# You ain't going to kill your bermuda with too much sand!



## Alan (Apr 23, 2017)

This sand is probably about 3"-4" deep. You might kill it if it was 10' deep. :lol:


----------



## Ware (Jan 28, 2017)




----------



## Tellycoleman (May 10, 2017)

Is this recently?


----------



## Gambi (Sep 29, 2017)

How much do you guys pay for sand?


----------



## gatormac2112 (Sep 14, 2017)

What if you tried that with zoysia?


----------



## Spammage (Apr 30, 2017)

gatormac2112 said:


> What if you tried that with zoysia?


I don't know about smothering it, but before sodding the back yard, I had 6 plugs of Meyer growing along with the smorgasbord of crap. I blanket sprayed glyphosate twice and then withheld water for a month through Summer heat in DFW. We got a rain about a week before the sod was to be delivered and every plug grew back in like nothing had even happened.


----------



## Ware (Jan 28, 2017)

Gambi said:


> How much do you guys pay for sand?


It varies, depending on how much you need. Most recently I have paid:


~$4 for a 50lb bag (~1/2 ft3) of All-Purpose Sand at Lowe's (good for touching up small spots)
$20 for a half yard scoop in the back of my truck at a place that sells bulk mulch, top soil, driveway gravel, etc.
$12.50/ton + $65 delivery for bulk masonry sand dumped in my driveway


----------



## gatormac2112 (Sep 14, 2017)

Spammage said:


> gatormac2112 said:
> 
> 
> > What if you tried that with zoysia?
> ...


 :lol:


----------



## MsTin (Sep 5, 2017)

I was going to wait till spring to do this. Living south of the DFW area and having cold fronts coming through I thought that I would wait; but shoot, if others are doing this, than I'm in.


----------



## Spammage (Apr 30, 2017)

MsTin said:


> I was going to wait till spring to do this. Living south of the DFW area and having cold fronts coming through I thought that I would wait; but shoot, if others are doing this, than I'm in.


Wait. Now is not the time. Wait until the grass is growing aggressively.


----------



## MsTin (Sep 5, 2017)

Spammage said:


> MsTin said:
> 
> 
> > I was going to wait till spring to do this. Living south of the DFW area and having cold fronts coming through I thought that I would wait; but shoot, if others are doing this, than I'm in.
> ...


Cool :thumbup:


----------



## Alan (Apr 23, 2017)

Tellycoleman said:


> Is this recently?


Yes.


----------



## Alan (Apr 23, 2017)

As of yesterday.


----------



## w0lfe (Mar 19, 2018)

So how many tons would you guys recommend of mason sand for 8500 sq ft? It's not terribly unlevel, but it has some places where an old pool used to be, that needs to be planed out since my yard naturally is sloped.


----------



## Ware (Jan 28, 2017)

w0lfe said:


> So how many tons would you guys recommend of mason sand for 8500 sq ft? It's not terribly unlevel, but it has some places where an old pool used to be, that needs to be planed out since my yard naturally is sloped.

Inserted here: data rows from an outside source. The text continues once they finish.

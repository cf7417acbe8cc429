//! Integration tests.

// Pictures: code cube, maps, flow graph (issue 8).
mod pictures;

// Malformed input, limits, determinism, budgets, fuzz regressions (issue 7).
mod robustness;

// The whole pipeline: corpus and random tables, Icarus test benches, negative tests (issue 5).
mod synth;
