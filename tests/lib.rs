//! Integration tests.

// Pictures: code cube, maps, flow graph (issue 8).
mod pictures;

The rule of thumb around here seems to be about 1 cubic yard per thousand for an initial leveling project.

I've done a few leveling projects on my yard of varying magnitude, and the only regrets I've had is not ordering more sand for some of the smaller ones. Other than the shoveling, I've found that it's almost easier to work with more sand.


----------



## w0lfe (Mar 19, 2018)

Ware said:


> w0lfe said:
> 
> 
> > So how many tons would you guys recommend of mason sand for 8500 sq ft? It's not terribly unlevel, but it has some places where an old pool used to be, that needs to be planed out since my yard naturally is sloped.
> ...


Would you want to do any fertilizing before or after the leveling? As in, fertilize, water it in good, and then level... Or just level it, and then throw some fertilizer down and water?


----------



## Ware (Jan 28, 2017)

w0lfe said:


> Would you want to do any fertilizing before or after the leveling? As in, fertilize, water it in good, and then level... Or just level it, and then throw some fertilizer down and water?

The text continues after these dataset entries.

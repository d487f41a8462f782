"""Blocking: the candidate pairs worth comparing, as a union of cheap rules.

Rules (each adds pairs; the union is compared):

- ``KeyRule``: records share a key built from prepared columns (house number + street
  name; the phonetic key of the name's first significant word within a city; a date).
- ``TokenRule``: records share a rare name word, within the same city when there is one.
- ``NeighbourRule``: the ``k`` register names nearest by character 3-gram TF-IDF cosine,
  computed as chunked sparse dot products, over the whole register or within a region
  such as a postcode (postcode blocking that stays small when a postcode holds thousands).

Blocks larger than ``max_block`` register records are left out of a key rule: they
would add many pairs and little recall, which the neighbour rules cover better. Christen's
quality measures (pairs completeness, reduction ratio) are in ``blocking_quality``.

Example
-------
>>> pairs = candidate_pairs(new_prepared, index, default_rules(index.fields_))  # doctest: +SKIP
"""
from __future__ import annotations

import logging
from dataclasses import dataclass, replace
from typing import Sequence

import numpy as np
import pandas as pd
import scipy.sparse as sp
from recordlinkage.measures import reduction_ratio

from .partitions import region_columns, region_keys, routing_columns
from .register import Field, RegisterIndex

log = logging.getLogger(__name__)


@dataclass(frozen=True)
class KeyRule:
    """Pairs whose ``columns`` (prepared ``FIELD.PART`` names) are all non-empty and equal;
    ``max_block`` overrides the run's limit on register records per key."""

    name: str
    columns: tuple[str, ...]
    max_block: int | None = None


@dataclass(frozen=True)
class TokenRule:
    """Pairs sharing a name word held by at most ``max_share`` of the register (and the same ``within``)."""

    name: str
    within: str | None = None
    max_share: float = 0.002


@dataclass(frozen=True)
class NeighbourRule:
    """Each record's ``k`` nearest register names by character 3-gram TF-IDF cosine (>= ``min_similarity``).

    ``within`` restricts neighbours to the same value of a prepared column (e.g. a postcode
    prefix); records without that value search the whole register, or nothing with
    ``outside=False`` (a rule that never leaves the region reads only the batch's partitions).
    """

    name: str
    k: int = 10
    min_similarity: float = 0.3
    within: str | None = None
    outside: bool = True


def default_rules(fields: Sequence[Field], *, k: int = 10, regional: bool = False) -> list:
    """The blocking rules implied by the field kinds.

    Establishments: the nearest names within the same postcode; the phonetic key of the
    name's first significant word within the same city; rare name words within the same
    city; house number + street name; and the nearest names over the whole register.
    Person records: the phonetic key of each name; each date; each postcode; nearest names.

    ``regional=True`` keeps every rule inside a postcode or a place, so that linking a batch reads
    only the index partitions holding the batch's postcodes and places (``needed_partitions``):
    house number + street and the nearest names over the whole register go, the nearest names
    within the same place come in, and a record without a postcode (place) gets no pairs from the
    rules within one. A record whose postcode and place are both wrong is then not found.
    """
    if regional:
        return _regional(default_rules(fields, k=k), fields, k)
    rules: list = []
    city = next((f for f in fields if f.kind == "city"), None)
    postcode = next((f for f in fields if f.kind == "postcode"), None)
    has_name = any(f.kind == "name" for f in fields)
    for f in fields:
        if f.kind == "postcode":
            if has_name:
                # A postcode holds hundreds of establishments: its most similar names are the candidates.
                rules.append(NeighbourRule(f"{f.name} + name n-grams", k=max(2, k // 2), min_similarity=0.1,
                                           within=f"{f.name}.value"))
            else:
                rules.append(KeyRule(f.name, (f"{f.name}.value",)))
        elif f.kind == "name":
            where = (f"{city.name}.value",) if city else ()
            rules.append(KeyRule(f"{f.name} phonetic" + (f" + {city.name}" if city else ""),
                                 (f"{f.name}.phonetic",) + where))
            rules.append(TokenRule(f"{city.name} + {f.name} words" if city else f"{f.name} words",
                                   within=f"{city.name}.value" if city else None))
        elif f.kind == "address":
            house = (f"{f.name}.house_number", f"{f.name}.street_name")
            rules.append(KeyRule("house number + street", house))
            # "100 Main St" is in every town: within a postcode or city its block stays small.
            for where in (postcode, city):
                if where is not None:
                    rules.append(KeyRule(f"house number + street + {where.name}", house + (f"{where.name}.value",)))
        elif f.kind == "person_name":
            rules.append(KeyRule(f"{f.name} phonetic", (f"{f.name}.phonetic",)))
        elif f.kind == "date":
            rules.append(KeyRule(f.name, (f"{f.name}.value",)))
    if any(f.kind in ("name", "person_name", "string") for f in fields):
        rules.append(NeighbourRule("name n-grams", k=k))
    return rules


def _regional(rules: list, fields: Sequence[Field], k: int) -> list:
    routable = set(routing_columns(fields))
    if not routable:
        raise ValueError("regional blocking needs a postcode or city field")
    out = []
    for rule in rules:
        if isinstance(rule, NeighbourRule):
            if rule.within in routable:
                out.append(replace(rule, outside=False))
        elif isinstance(rule, KeyRule) and routable & set(rule.columns) or \
                isinstance(rule, TokenRule) and rule.within in routable:
            out.append(rule)
    city = next((f for f in fields if f.kind == "city"), None)
    if city is not None and any(f.kind in ("name", "person_name", "string") for f in fields):
        out.append(NeighbourRule(f"{city.name} + name n-grams", k=k, within=f"{city.name}.value", outside=False))
    return out


# --------------------------------------------------------------------------- joins

def _keys(prepared: pd.DataFrame, columns: Sequence[str]) -> np.ndarray:
    parts = [prepared[c].fillna("").astype(str) for c in columns]
    key = parts[0]
    empty = key == ""
    for part in parts[1:]:
        key = key + "|" + part
        empty |= part == ""
    return key.where(~empty, "").to_numpy(dtype=object)


def join_codes(new_rows: np.ndarray, new_codes: np.ndarray, register_rows: np.ndarray,
               register_codes: np.ndarray, max_block: int, skip: np.ndarray | None = None
               ) -> tuple[np.ndarray, np.ndarray, int]:
    """All (new, register) row pairs with equal non-negative codes, skipping blocks over ``max_block``
    (counted here) or, when given, the new keys marked in ``skip`` (blocks counted over the whole
    register, of which these rows may be a partition).

    Returns the pair arrays and the number of new-record keys whose block was too large.
    """
    if skip is not None:
        new_codes = np.where(skip, -1, new_codes)
    ok = register_codes >= 0
    register_rows, register_codes = register_rows[ok], register_codes[ok]
    ok = new_codes >= 0
    new_rows, new_codes = new_rows[ok], new_codes[ok]
    empty = np.empty(0, dtype=np.int64)
    if not len(register_codes) or not len(new_codes):
        return empty, empty, 0
    order = np.argsort(register_codes, kind="stable")
    uniq, starts, counts = np.unique(register_codes[order], return_index=True, return_counts=True)
    at = np.minimum(np.searchsorted(uniq, new_codes), len(uniq) - 1)
    found = uniq[at] == new_codes
    keep = found & (counts[at] <= max_block) if skip is None else found
    too_large = int((found & ~keep).sum())
    rows, st, ct = new_rows[keep], starts[at[keep]], counts[at[keep]]
    total = int(ct.sum())
    offsets = np.arange(total) - np.repeat(np.cumsum(ct) - ct, ct)
    return (np.repeat(rows, ct).astype(np.int64), register_rows[order[np.repeat(st, ct) + offsets]].astype(np.int64),
            too_large)


# --------------------------------------------------------------------------- block sizes over the whole register
# A key's block is counted over the whole register, whichever partition its records are in, so a
# partitioned index skips exactly the blocks an index in one piece skips. Keys are hashed to 64 bits
# for the count (a collision, about one in 10^8 at 10 million keys, would at worst skip one block).

_MIX = np.uint64(0x9E3779B97F4A7C15)


def _hash(values: np.ndarray) -> np.ndarray:
    """64-bit hash of each string, each distinct string hashed once."""
    codes, uniques = pd.factorize(np.asarray(values, dtype=object))
    return pd.util.hash_array(np.asarray(uniques, dtype=object))[codes] if len(codes) else np.empty(0, np.uint64)


def _key_hashes(keys: np.ndarray) -> tuple[np.ndarray, np.ndarray]:
    """(rows with a key, hash of their key)."""
    rows = np.flatnonzero(keys != "")
    return rows, _hash(keys[rows])


def _rare_words(rule: TokenRule, index: RegisterIndex) -> np.ndarray:
    return index.word_frequency_ <= max(1, rule.max_share * len(index))


def _token_hashes(rule: TokenRule, prepared: pd.DataFrame, words: sp.csr_matrix, rare: np.ndarray
                  ) -> tuple[np.ndarray, np.ndarray, np.ndarray]:
    """(row, word) of every rare word in ``words`` with the hash of (its region, the word); rows
    outside any region are dropped when the rule is within one."""
    rows = np.repeat(np.arange(words.shape[0]), np.diff(words.indptr))
    tokens = words.indices.astype(np.int64)
    keep = rare[tokens]
    rows, tokens = rows[keep], tokens[keep]
    if rule.within is None:
        region = np.zeros(len(rows), dtype=np.uint64)
    else:
        values = prepared[rule.within].fillna("").astype(str).to_numpy(dtype=object)
        present = values[rows] != ""
        rows, tokens = rows[present], tokens[present]
        region = _hash(values)[rows]
    return rows, tokens, pd.util.hash_array(region ^ (tokens.astype(np.uint64) * _MIX))


def block_sizes(index: RegisterIndex, rule, partitions=None) -> tuple[np.ndarray, np.ndarray]:
    """(sorted key hashes, register records per key) of a key or token rule over ``partitions``
    (default every partition); each partition's count is kept on the index, so a chunked run
    counts it once. A rule that pairs only within a postcode or place needs only the partitions
    holding the batch's postcodes or places (``needed_partitions``): every record of a key the
    batch has is in them, so those keys' counts are exact. Once counted over every partition, the
    keys held by one record are left out (a key not found is then a block of at most one)."""
    return _counts(index, rule, partitions, keep_single=False)


def _counts(index: RegisterIndex, rule, partitions, keep_single: bool) -> tuple[np.ndarray, np.ndarray]:
    cache = index.__dict__.setdefault("_block_sizes", {})
    key = (type(rule).__name__, rule.columns if isinstance(rule, KeyRule) else (rule.within, rule.max_share))
    # Counted over every partition, a rule's blocks serve any batch: a key of a rule confined to a
    # postcode or place has all its records in the partitions holding that value, so its count is
    # the same over any partitions that hold them. Those counts are kept for the run without the
    # keys held once (about 16 bytes a key of the register: most address keys are unique), and the
    # partitions' own counts are let go.
    whole = index.__dict__.setdefault("_block_sizes_whole", {})
    if key in whole and not keep_single:
        return whole[key]
    every = partitions is None or len({int(k) for k in partitions}) == index.n_partitions
    merged = index.__dict__.setdefault("_block_sizes_merged", {})
    scope = None if partitions is None else tuple(int(k) for k in partitions)
    if not every and key in merged and merged[key][0] == scope:
        return merged[key][1]
    result = _block_sizes(index, rule, partitions, cache, key)
    if every and index.n_partitions > 1:
        several = result[1] > 1
        whole[key] = (result[0][several], result[1][several])
        for k in range(index.n_partitions):
            cache.pop((key, k), None)
        merged.pop(key, None)
    else:
        merged[key] = (scope, result)
    return result


def _block_sizes(index: RegisterIndex, rule, partitions, cache: dict, key) -> tuple[np.ndarray, np.ndarray]:
    found = []
    for k in (range(index.n_partitions) if partitions is None else partitions):
        if (key, int(k)) not in cache:
            part = index.partition(int(k))
            if isinstance(rule, KeyRule):
                hashes = _key_hashes(_register_keys(part, rule.columns))[1]
            else:
                hashes = _token_hashes(rule, part.prepared_, part.word_matrix_, _rare_words(rule, index))[2]
            cache[(key, int(k))] = np.unique(hashes, return_counts=True)
        found.append(cache[(key, int(k))])
    if len(found) == 1:
        return found[0]
    if not found:
        return np.empty(0, np.uint64), np.empty(0, np.int64)
    keys, where = np.unique(np.concatenate([h for h, _ in found]), return_inverse=True)
    return keys, np.bincount(where, weights=np.concatenate([c for _, c in found]), minlength=len(keys)).astype(np.int64)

You could go either way - I just fertilize after. I can usually find prills on the soil surface for a while after I fertilize, even after giving it plenty of water. It may not matter, but my thinking is they could get moved around a bit during the raking/dragging process.


----------



## w0lfe (Mar 19, 2018)

Ware said:


> w0lfe said:
> 
> 
> > Would you want to do any fertilizing before or after the leveling? As in, fertilize, water it in good, and then level... Or just level it, and then throw some fertilizer down and water?
> ...


Great, thanks. Also does anyone have any issues with the yard slowly becoming more elevated over driveways and side walk? I know I currently have a couple of spots that if I mow 1 inch, it scalps the edge of the grass when the mower touches the concrete.


----------



## SCGrassMan (Dec 17, 2017)

@w0lfe

I put down humic acid and milorganite and watered them in before putting my sand down.


----------



## Mightyquinn (Jan 31, 2017)

w0lfe said:


> Great, thanks. Also does anyone have any issues with the yard slowly becoming more elevated over driveways and side walk? I know I currently have a couple of spots that if I mow 1 inch, it scalps the edge of the grass when the mower touches the concrete.


I'm dealing with the effects of this as we speak. I have these "shoulders" as I like to call them along my driveway and sidewalk where the soil/sand has been built up over the years. My goal is to grade these down so that there is a more gradual transition to the concrete. I'm thinking of renting a sod cutter this year a week or two before I plan to level and cut the high spots, roll the sod back and remove the soil underneath and then put the sod back. Then when I level it should help smooth any irregularities caused by the sod cutter.


----------